↓↓↓
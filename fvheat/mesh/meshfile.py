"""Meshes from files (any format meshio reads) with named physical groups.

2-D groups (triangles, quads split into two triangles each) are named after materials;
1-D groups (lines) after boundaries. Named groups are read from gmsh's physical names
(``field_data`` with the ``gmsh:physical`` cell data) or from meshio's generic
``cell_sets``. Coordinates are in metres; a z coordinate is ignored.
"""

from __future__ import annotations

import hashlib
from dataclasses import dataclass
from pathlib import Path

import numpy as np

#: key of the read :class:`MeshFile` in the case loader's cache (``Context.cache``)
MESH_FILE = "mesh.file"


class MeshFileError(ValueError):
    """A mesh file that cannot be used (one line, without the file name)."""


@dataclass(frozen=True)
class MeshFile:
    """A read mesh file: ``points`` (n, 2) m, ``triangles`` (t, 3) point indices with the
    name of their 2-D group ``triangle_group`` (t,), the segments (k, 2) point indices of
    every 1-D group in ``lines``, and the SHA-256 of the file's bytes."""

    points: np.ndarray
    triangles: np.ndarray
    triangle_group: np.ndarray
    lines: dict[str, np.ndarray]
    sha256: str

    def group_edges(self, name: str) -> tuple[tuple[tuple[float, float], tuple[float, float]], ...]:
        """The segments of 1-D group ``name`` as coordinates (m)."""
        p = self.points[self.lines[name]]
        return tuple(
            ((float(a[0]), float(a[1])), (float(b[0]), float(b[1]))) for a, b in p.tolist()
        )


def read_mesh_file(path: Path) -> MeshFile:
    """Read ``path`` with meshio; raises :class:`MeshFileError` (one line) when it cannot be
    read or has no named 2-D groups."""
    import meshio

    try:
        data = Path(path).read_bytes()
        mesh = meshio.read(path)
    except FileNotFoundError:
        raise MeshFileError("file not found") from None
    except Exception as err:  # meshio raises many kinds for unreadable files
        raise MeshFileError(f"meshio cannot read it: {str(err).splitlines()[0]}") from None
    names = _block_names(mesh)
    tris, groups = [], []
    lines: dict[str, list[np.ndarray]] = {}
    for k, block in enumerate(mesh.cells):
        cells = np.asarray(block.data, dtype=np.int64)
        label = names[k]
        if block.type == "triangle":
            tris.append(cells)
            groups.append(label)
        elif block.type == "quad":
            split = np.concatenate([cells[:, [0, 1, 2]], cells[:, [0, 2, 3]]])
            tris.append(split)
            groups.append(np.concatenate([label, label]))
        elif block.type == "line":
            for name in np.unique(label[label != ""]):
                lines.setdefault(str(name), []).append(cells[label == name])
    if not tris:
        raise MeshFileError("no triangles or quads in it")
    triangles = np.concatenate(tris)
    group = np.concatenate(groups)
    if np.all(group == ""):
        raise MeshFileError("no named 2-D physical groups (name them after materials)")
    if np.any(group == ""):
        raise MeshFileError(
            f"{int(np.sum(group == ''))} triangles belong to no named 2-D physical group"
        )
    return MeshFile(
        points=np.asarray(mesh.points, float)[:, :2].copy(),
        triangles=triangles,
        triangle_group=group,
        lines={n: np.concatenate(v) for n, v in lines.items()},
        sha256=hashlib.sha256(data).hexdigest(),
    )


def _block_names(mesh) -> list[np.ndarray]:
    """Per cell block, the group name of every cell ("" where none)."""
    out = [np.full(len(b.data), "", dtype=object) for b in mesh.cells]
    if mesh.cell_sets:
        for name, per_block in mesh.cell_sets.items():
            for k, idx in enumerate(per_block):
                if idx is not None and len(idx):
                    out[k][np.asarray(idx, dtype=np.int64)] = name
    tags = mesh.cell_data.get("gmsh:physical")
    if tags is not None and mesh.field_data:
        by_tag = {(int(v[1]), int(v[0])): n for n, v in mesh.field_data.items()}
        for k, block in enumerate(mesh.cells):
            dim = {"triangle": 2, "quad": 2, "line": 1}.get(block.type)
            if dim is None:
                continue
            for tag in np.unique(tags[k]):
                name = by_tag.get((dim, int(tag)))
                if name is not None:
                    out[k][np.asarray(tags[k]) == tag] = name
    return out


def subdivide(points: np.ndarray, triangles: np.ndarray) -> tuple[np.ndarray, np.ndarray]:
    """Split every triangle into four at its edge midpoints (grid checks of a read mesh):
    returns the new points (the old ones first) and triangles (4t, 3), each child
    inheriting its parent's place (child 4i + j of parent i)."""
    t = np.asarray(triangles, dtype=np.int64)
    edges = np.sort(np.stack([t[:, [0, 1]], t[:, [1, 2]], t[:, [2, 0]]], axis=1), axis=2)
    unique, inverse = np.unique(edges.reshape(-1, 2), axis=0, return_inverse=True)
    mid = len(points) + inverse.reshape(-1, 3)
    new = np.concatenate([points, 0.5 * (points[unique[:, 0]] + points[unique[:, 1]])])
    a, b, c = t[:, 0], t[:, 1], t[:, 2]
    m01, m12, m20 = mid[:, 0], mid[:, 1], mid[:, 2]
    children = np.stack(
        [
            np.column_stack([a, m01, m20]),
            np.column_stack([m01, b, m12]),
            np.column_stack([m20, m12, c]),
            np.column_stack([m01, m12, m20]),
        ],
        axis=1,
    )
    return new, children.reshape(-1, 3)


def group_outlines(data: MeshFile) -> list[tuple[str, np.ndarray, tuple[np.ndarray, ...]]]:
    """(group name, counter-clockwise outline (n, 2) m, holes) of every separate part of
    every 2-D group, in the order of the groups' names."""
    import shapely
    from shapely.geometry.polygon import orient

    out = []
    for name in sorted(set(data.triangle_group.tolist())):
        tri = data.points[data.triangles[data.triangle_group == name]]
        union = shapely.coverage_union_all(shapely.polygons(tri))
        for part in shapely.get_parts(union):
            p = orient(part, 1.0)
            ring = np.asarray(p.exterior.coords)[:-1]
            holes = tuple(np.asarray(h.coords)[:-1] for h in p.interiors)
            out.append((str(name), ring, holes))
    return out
↑↑↑
## [WHAT THE TASK ASKS]
Where a line above holds the word "files", copy it.

## [EXERCISE RESULT]
"""Meshes from files (any format meshio reads) with named physical groups.
    except Exception as err:  # meshio raises many kinds for unreadable files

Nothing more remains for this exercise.